Sunday, September 09, 2007

Photo Finds

I found a plastic bag with several hundred pictures in it last night. Well, found is a bad word, because once I found it I remembered I had it. Let's just say it was forgotten.

In this bag of various eras of photos, I found two boxes of slides. Most of the photos were unremarkable landscape photos (as my dad was wont to take), but I did find a few gems in here.


First, a picture of our Christmas tree in 1974. I was our last Christmas in this house.


Next, a photo of me and my brother (he's the one with all the curly hair) and our three new step-brothers. This was taken on the occasion of our dad's wedding to their mom (now my wonderful step-mother, Jan). Circa 1975. I didn't have to tell you that, eh? I had a GunneSax brand dress with zippers on the sleeves. I remember how badly I wanted this dress and how I pleaded to have it. So happy now that my dad caved in on that request (smirk).



And my personal favorite, because it is from an era when I have almost no pictures of me. It was taken in the summer of '74. We were traveling from Wisconsin to Colorado to check out the school my brother has chosen for college. Colorado State in Fort Collins. We stopped at my Aunt and Uncle's farm in Nebraska. I got to ride their horse, Peanut. I was 12 years old. I only remember that the horse's name was Peanut because my dad did an awesome job of labeling every slide. In numberical order with the date. This was slide #1381, one of his last. Unfortunately, he switched to a Polaroid shortly after this (the kind that shot out the photo and you watched it develop). I have many photos of this ilk, all of very poor quality. They need to be scanned soon. They won't keep like all these slides will.

Thursday, June 14, 2007

Summer Evening

Rebecca Sower's blog recently exhorted its readers to do "pick one" of a list of simple pleasures to "savor the raw beauty and simplicity of the process".

Last night I played in the sandbox with my daughter (not on Rebecca's list, but definitely on mine).




I had a sandbox just like this when I was a kid. Actually, it was at the neighbor's, but we didn't have fences in those days, so it was as good as mine. It had wooden sides just like this one. We would spend hours in that sandbox building forts. I remember we each would take one corner and pile up the sand. Then we would put in a moat, a bridge, windows (finger pokes) and various designs. We had to dig down into the "wet sand" to make it work. I think we just had our hands. I don't remember any shovels or other tools. We would get in trouble if we turned on the hose to wet the sand or fill our moats. That would be wasteful.

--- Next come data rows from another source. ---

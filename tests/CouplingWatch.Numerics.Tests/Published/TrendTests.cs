using CouplingWatch.Numerics.Sequences;

namespace CouplingWatch.Numerics.Tests.Published;

/// <summary>
/// Sources: Econometrica 13 (1945) 245–259; Statistical Methods in Water Resources, ch. 8 and 10 (data from memory); all results
/// recomputed with SciPy 1.10.
/// </summary>
public class TrendTests
{
    private static readonly double[] Falling =
        [0.0, -0.150834, -0.525554, -0.842581, -0.950589, -1.170151, -1.569987, -1.811814, -1.914084, -2.210326, -2.59614, -2.7649, -2.900021, -3.260864, -3.59718, -3.714094];

    private static readonly double[] Stalled = [-3.0, -3.1, -3.05, -3.1, -3.08, -3.1, -3.02, -3.07, -3.1, -3.05, -3.09, -3.06];

    private static readonly double[] TurningUp = [0, -0.4, -0.7, -0.9, -1, -0.95, -0.8, -0.55, -0.2, 0.3];

    [Fact]
    public void Ten_water_samples_show_the_published_trend_test()
    {
        double[] y = [1.22, 2.20, 4.80, 1.28, 1.97, 1.46, 2.64, 2.34, 4.84, 2.96];
        MannKendall test = MannKendall.Of(y);
        Assert.Equal(21, test.S);
        Assert.Equal(125, test.Variance, 1e-12);
        Assert.Equal(1.788854382, test.Z, 1e-9);
        Assert.Equal(0.07363827012, test.P, 1e-10);
        Assert.Equal(0.466666666667, test.TauB, 1e-12);
    }

    [Fact]
    public void One_wild_value_does_not_move_the_published_slope()
    {
        double[] x = [1, 2, 3, 4, 5, 6, 7], y = [1, 2, 3, 4, 5, 16, 7];
        TheilSen fit = TheilSen.Of(x, y);
        Assert.Equal(1, fit.Slope);
        Assert.Equal(0, fit.Intercept);
        MannKendall test = MannKendall.Of(y);
        Assert.Equal(19, test.S);
        Assert.Equal(44.3333333333, test.Variance, 1e-9);
        Assert.Equal(2.70338134134, test.Z, 1e-10);
        Assert.Equal(0.00686379498545, test.P, 1e-12);
        Assert.Equal(0.904761904762, test.TauB, 1e-11);
    }

    [Fact]
    public void A_falling_series_gives_the_reference_slope()
    {
        TheilSen fit = TheilSen.Of(Falling);
        Assert.Equal(-0.25103170979021, fit.Slope, 1e-13);
        Assert.Equal(0.0197888234265733, fit.Intercept, 1e-13);
        Assert.Equal(fit.Slope, TheilSen.SlopeOf(Falling));
        Assert.Equal(-120, MannKendall.Of(Falling).S);
        Assert.Equal(-5.3576795098, MannKendall.Of(Falling).Z, 1e-9);
    }

    [Fact]
    public void A_stalled_series_with_ties_shows_no_trend()
    {
        TheilSen fit = TheilSen.Of(Stalled);
        Assert.Equal(0, fit.Slope);
        Assert.Equal(-3.075, fit.Intercept, 1e-12);
        MannKendall test = MannKendall.Of(Stalled);
        Assert.Equal((-1L, 203.0, 0.0, 1.0), (test.S, test.Variance, test.Z, test.P));
        Assert.Equal(-0.0160251471616052, test.TauB, 1e-12);
    }

    [Fact]
    public void A_series_that_turns_up_hides_from_the_global_test()
    {
        Assert.Equal(0.0333333333, TheilSen.Of(TurningUp).Slope, 1e-9);
        Assert.Equal(0.3577708764, MannKendall.Of(TurningUp).Z, 1e-9);
        // A window over the last five values sees it.
        Assert.True(TheilSen.Of(TurningUp.AsSpan(5)).Slope > 0.25);
    }
}
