using CouplingWatch.Components.Parts;
using CouplingWatch.Components.RunPage;
using CouplingWatch.Components.Tests.Hand;
using CouplingWatch.Records;
using CouplingWatch.Wire;

namespace CouplingWatch.Components.Tests.RunPage;

public class AnswerTests
{
    private static readonly DateTimeOffset Now = HandLock.Now;

    [Fact]
    public void A_step_foretold_from_earlier_ones_is_answered_yes_with_its_band()
    {
        var answer = ConvergenceAnswer.Of(HandDetails.TwoFields(Now));
        Assert.Equal((StateMark.OnCourse, "Yes: done at iteration 9 (8\u2060–\u206010), as earlier steps were."), (answer.Mark, answer.Say));
        Assert.Contains("The residual falls by a factor of 5.8 an iteration (10–90 %: 1.20 to 104).", answer.Notes);
        Assert.Contains(answer.Facts, f => f is { Name: "governs now", Value: "deflection" });
    }

    [Fact]
    public void A_step_whose_cap_comes_first_is_answered_hardly()
    {
        var answer = ConvergenceAnswer.Of(HandDetails.Starved(Now));
        Assert.Equal((StateMark.LosingTime, "Hardly: each iteration keeps 0.90 of the residual; the cap of 40 comes first."), (answer.Mark, answer.Say));
    }

    [Fact]
    public void A_step_that_diverges_is_answered_no_with_its_growth()
    {
        var answer = ConvergenceAnswer.Of(HandDetails.Diverging(Now));
        Assert.Equal((StateMark.Diverging, "No: the residual grows 2.0-fold an iteration."), (answer.Mark, answer.Say));
    }

    [Fact]
    public void A_forecast_by_the_rate_alone_is_likely_and_still_learning()
    {
        var run = HandDetails.TwoFields(Now) with { StepForecast = new(4, 3, 5, "rate", 5, 3.6) };
        Assert.Equal((StateMark.Learning, "Likely: done at iteration 9, by its rate alone."), (ConvergenceAnswer.Of(run).Mark, ConvergenceAnswer.Of(run).Say));
    }

    [Fact]
    public void Two_residuals_are_too_early_to_say()
    {
        var run = HandDetails.TwoFields(Now);
        run = run with { StepForecast = null, Paths = [.. run.Paths.Select(p => p with { Points = [.. p.Points.Take(2)] })] };
        Assert.StartsWith("Too early to say", ConvergenceAnswer.Of(run).Say, StringComparison.Ordinal);
    }

    [Fact]
    public void A_done_step_a_quiet_run_a_run_without_target_and_an_empty_one_have_their_words()
    {
        var run = HandDetails.TwoFields(Now);
        var done = run with { Summary = run.Summary with { Passes = [new PassPair(5, -0.2, -9, true)] } };
        Assert.Equal((StateMark.Finished, "Yes: done at iteration 5."), (ConvergenceAnswer.Of(done).Mark, ConvergenceAnswer.Of(done).Say));
        var quiet = run with { Summary = run.Summary with { State = "quiet" } };
        Assert.Equal(StateMark.Silent, ConvergenceAnswer.Of(quiet).Mark);
        Assert.StartsWith("Not judged: no target is known", ConvergenceAnswer.Of(HandDetails.NotJudged(Now)).Say, StringComparison.Ordinal);
        Assert.Equal("No iteration yet.", ConvergenceAnswer.Of(HandDetails.JustOpened(Now)).Say);
    }

    [Fact]
    public void An_alert_of_an_earlier_step_does_not_speak_for_the_step_in_progress()
    {
        var run = HandDetails.TwoFields(Now);
        var stall = HandAlerts.Of("gate-wall-2", "stall", Severity.Warning, 2, 9, 40, Now, "step 2 stalled", []);
        Assert.DoesNotContain("Step 2 stalled.", ConvergenceAnswer.Of(run with { Summary = run.Summary with { OpenAlerts = [stall] } }).Notes);
        Assert.Contains("Step 2 stalled.", ConvergenceAnswer.Of(run with { Summary = run.Summary with { OpenAlerts = [stall with { LastStep = 17 }] } }).Notes);
    }

    [Fact]
    public void What_nothing_can_be_sent_for_asks_for_nothing()
    {
        Assert.Equal("", Answer.ToSend(new NotJudged("error-estimate", "it is known for fixed relaxation only", "nothing: this method has no such estimate")));
        Assert.Equal("beats", Answer.ToSend(new NotJudged("hang", "no beats are sent", "beats")));
    }

    [Fact]
    public void A_starved_basis_is_answered_no_with_what_is_left()
    {
        var answer = BasisAnswer.Of(HandDetails.Starved(Now));
        Assert.Equal((StateMark.LosingTime, "No, starved: 5 of 45 columns are kept, one of this step."), (answer.Mark, answer.Say));
        Assert.Contains(answer.Facts, f => f is { Name: "least advised, from noise 10⁻⁸", Value: "10⁻⁷" });
    }

    [Fact]
    public void A_sound_basis_says_whose_columns_are_left_out()
    {
        var answer = BasisAnswer.Of(HandDetails.TwoFields(Now));
        Assert.Equal(StateMark.OnCourse, answer.Mark);
        Assert.EndsWith("left out belong to earlier steps.", answer.Say, StringComparison.Ordinal);
    }

    [Fact]
    public void A_basis_that_cannot_be_judged_says_why_and_what_to_send()
    {
        var answer = BasisAnswer.Of(HandDetails.NotJudged(Now));
        Assert.Equal((StateMark.NotJudged, "Not judged: two fields of different units came without weights."), (answer.Mark, answer.Say));
        Assert.Equal(["For it, send fields[].weight."], answer.Notes);
        Assert.StartsWith("There is none", BasisAnswer.Of(HandDetails.Diverging(Now)).Say, StringComparison.Ordinal);
    }

    [Fact]
    public void Who_carries_the_residual_first_and_last_is_named()
    {
        Assert.Equal("History at first, this step's own columns from iteration 4 on.", SplitAnswer.Of(HandDetails.TwoFields(Now)).Say);
        Assert.Contains("The linear model foretold the next residual well in 3 of 5 passes.", SplitAnswer.Of(HandDetails.TwoFields(Now)).Notes);
        Assert.Equal("This step's own columns from the first pass to the last.", SplitAnswer.Of(HandDetails.Starved(Now)).Say);
    }

    [Fact]
    public void Directions_that_the_relaxation_does_not_tame_matter_by_the_method_in_use()
    {
        var dearer = SpectrumAnswer.Of(HandDetails.TwoFields(Now));
        Assert.Equal((StateMark.Dearer, "It throws the residual back 27-fold: 30 of 40 directions seen are not tamed by relaxation 0.1."), (dearer.Mark, dearer.Say));
        Assert.Equal(StateMark.Diverging, SpectrumAnswer.Of(HandDetails.Diverging(Now)).Mark);
        Assert.Equal("Nothing unusual: all 14 directions seen are tamed by relaxation 0.1.", SpectrumAnswer.Of(HandDetails.Starved(Now)).Say);
        Assert.StartsWith("Not judged", SpectrumAnswer.Of(HandDetails.NotJudged(Now)).Say, StringComparison.Ordinal);
    }

    [Fact]
    public void The_cost_says_what_is_spent_what_is_to_go_and_whether_it_fits()
    {
        var answer = CostAnswer.Of(HandDetails.Starved(Now), Now);
        Assert.Equal((StateMark.LosingTime, "38 node-h so far, 65 to go; it ends Wed 23:32, after this allocation."), (answer.Mark, answer.Say));
        Assert.Equal(StateMark.OnCourse, CostAnswer.Of(HandDetails.TwoFields(Now), Now).Mark);
        Assert.Equal("Not judged: no seconds are sent.", CostAnswer.Of(HandDetails.NotJudged(Now), Now).Say);
    }

    [Theory]
    [InlineData(RevisionState.Published, StateMark.Dearer, "has not read it yet")]
    [InlineData(RevisionState.PickedUp, StateMark.Dearer, "from the next step")]
    [InlineData(RevisionState.Applied, StateMark.Learning, "applied from step 17; its effect is being learnt")]
    [InlineData(RevisionState.Refused, StateMark.GaveUp, "refused: outside its range")]
    [InlineData(RevisionState.Withdrawn, StateMark.OnCourse, "withdrawn")]
    public void What_became_of_the_newest_revision_is_a_sentence(RevisionState state, StateMark mark, string words)
    {
        var run = HandDetails.Starved(Now).With(new SettingsRevision { Revision = 1, Settings = HandDetails.Settings(FilterRule.PivotRatio, 1e-7), State = state, FromStep = 17, Refused = "outside its range" });
        Assert.Equal(mark, SettingsAnswer.Of(run).Mark);
        Assert.Contains(words, SettingsAnswer.Of(run).Say, StringComparison.Ordinal);
    }

    [Fact]
    public void Settings_in_one_line_leave_out_what_was_not_declared()
    {
        Assert.Equal("iqn-ils, history 4 steps, pivot-ratio 10⁻², relaxation 0.1, predictor linear, cap 40", SettingsWords.Of(HandDetails.Settings(FilterRule.PivotRatio, 1e-2)));
        Assert.Equal("settings not declared", SettingsWords.Of(new CouplingSettings()));
    }
}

So last night Margaret and I made some of the sand into "wet sand" and made a fort. I had the sprinkler going while we did this, and as we were digging and carving, we saw many birds (mostly robins) come to pick for worms. We also saw a cardinal sitting in the "rain" on the fence. And a woodpecker in the apple tree. It was so fun to just sit and dig and listen to the sprinkler and the birds. We even had some towels and clothes on the clothesline. It was just like childhood... except for the planes on their landing paths close overhead.

This morning when I got into the shower I realized I had a tick! on my belly! I don't remember ever getting ticks in the sandbox when I was little. Got it off with the tweezers and then checked Margaret for ticks carefully. Luckily she didn't get any. Oh well. A small price for a little piece of childhood last night.

Wednesday, January 10, 2007

Tick Tock

Last night I was laying in the girls' room, telling stories and just relaxing with them. Amelia has a battery operated clock that makes a very loud tick, tick, tick sound. Especially in a dark quiet room. It fills the space.

Suddenly I was transported to my grandma's house. We went to gram's a lot (once a month, at least, and it was a 5 hour drive!) when I was young, and I remember I would always sleep on the floor in her den. We would take the cushions off the couch and she would make up a bed for me there on the floor.

Grandma's house was full of knicknacks and doilies and knitted afghans and crocheted pillows. It mostly seemed cozy, and I recall falling asleep many nights with the sound of adults playing cards in the next room.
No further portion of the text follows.